Look through the listing for the string "withFlags" and copy out every line that holds it.

▼

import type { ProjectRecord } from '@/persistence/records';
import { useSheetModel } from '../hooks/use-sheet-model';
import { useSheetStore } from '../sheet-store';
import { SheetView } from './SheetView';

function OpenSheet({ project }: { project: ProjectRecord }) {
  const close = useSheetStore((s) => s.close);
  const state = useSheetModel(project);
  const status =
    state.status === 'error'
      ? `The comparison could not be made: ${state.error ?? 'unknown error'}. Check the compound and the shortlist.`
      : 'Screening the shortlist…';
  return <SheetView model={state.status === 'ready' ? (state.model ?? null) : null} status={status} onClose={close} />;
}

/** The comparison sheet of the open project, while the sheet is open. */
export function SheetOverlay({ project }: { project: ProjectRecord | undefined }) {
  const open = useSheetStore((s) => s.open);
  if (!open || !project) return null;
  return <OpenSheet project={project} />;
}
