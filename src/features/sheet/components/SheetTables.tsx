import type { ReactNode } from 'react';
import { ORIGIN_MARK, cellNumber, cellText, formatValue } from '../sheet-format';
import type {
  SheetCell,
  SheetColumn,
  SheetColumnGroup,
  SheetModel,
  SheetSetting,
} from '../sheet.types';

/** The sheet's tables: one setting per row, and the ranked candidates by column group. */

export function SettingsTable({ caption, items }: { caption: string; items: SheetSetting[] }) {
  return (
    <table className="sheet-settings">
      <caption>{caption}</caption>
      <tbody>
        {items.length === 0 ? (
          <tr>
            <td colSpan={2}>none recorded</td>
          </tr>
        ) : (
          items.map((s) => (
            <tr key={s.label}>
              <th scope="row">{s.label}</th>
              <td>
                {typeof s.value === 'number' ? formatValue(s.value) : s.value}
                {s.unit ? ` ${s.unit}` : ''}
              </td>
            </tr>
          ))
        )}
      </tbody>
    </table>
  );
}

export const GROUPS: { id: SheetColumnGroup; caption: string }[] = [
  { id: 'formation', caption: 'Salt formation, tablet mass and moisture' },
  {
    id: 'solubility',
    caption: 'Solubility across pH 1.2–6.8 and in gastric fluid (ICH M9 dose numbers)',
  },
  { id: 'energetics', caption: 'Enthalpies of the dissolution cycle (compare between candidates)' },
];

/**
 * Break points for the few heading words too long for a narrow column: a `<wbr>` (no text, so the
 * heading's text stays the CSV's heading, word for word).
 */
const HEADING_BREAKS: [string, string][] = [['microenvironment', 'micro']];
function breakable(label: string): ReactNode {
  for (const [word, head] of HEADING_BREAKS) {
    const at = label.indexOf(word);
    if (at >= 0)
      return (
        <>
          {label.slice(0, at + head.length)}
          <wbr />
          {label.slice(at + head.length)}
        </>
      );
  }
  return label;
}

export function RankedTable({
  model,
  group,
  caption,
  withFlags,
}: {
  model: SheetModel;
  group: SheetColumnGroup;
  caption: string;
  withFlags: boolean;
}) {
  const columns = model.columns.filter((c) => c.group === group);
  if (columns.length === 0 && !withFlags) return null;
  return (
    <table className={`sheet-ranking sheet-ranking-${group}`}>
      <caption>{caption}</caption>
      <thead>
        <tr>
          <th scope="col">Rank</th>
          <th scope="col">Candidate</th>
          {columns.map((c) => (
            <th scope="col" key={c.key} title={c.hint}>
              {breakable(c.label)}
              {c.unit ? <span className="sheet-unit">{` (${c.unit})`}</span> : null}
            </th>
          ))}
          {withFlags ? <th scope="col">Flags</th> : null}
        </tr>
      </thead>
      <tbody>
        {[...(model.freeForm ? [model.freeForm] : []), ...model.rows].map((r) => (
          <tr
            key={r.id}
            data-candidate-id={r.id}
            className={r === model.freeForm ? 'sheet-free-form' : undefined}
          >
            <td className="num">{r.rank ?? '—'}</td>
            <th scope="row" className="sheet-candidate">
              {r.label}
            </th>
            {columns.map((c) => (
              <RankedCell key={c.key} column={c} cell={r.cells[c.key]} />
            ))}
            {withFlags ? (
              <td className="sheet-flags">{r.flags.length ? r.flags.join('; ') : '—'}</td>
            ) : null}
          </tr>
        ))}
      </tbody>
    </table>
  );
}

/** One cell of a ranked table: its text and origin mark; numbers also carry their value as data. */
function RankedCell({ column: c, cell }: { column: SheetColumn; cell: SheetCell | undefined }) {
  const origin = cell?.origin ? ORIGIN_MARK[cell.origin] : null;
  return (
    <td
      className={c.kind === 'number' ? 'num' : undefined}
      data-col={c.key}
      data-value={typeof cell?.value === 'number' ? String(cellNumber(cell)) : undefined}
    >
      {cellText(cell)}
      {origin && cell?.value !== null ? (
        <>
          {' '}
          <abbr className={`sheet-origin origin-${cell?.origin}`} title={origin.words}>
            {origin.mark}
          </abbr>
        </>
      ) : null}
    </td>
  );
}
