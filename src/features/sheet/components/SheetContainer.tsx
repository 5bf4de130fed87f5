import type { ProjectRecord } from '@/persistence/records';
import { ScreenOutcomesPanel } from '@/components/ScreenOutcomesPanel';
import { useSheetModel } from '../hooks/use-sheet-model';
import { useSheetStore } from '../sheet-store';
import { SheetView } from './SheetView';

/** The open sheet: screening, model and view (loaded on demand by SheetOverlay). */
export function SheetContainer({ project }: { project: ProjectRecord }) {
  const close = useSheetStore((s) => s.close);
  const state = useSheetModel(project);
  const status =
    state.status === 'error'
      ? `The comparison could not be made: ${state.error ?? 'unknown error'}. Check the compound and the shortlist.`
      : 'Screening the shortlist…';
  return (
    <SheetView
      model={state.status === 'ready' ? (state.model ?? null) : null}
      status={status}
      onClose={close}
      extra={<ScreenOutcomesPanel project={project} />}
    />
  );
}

▲

- **Answer for the task**:
  withFlags,
  withFlags: boolean;
  if (columns.length === 0 && !withFlags) return null;
          {withFlags ? <th scope="col">Flags</th> : null}
            {withFlags ? (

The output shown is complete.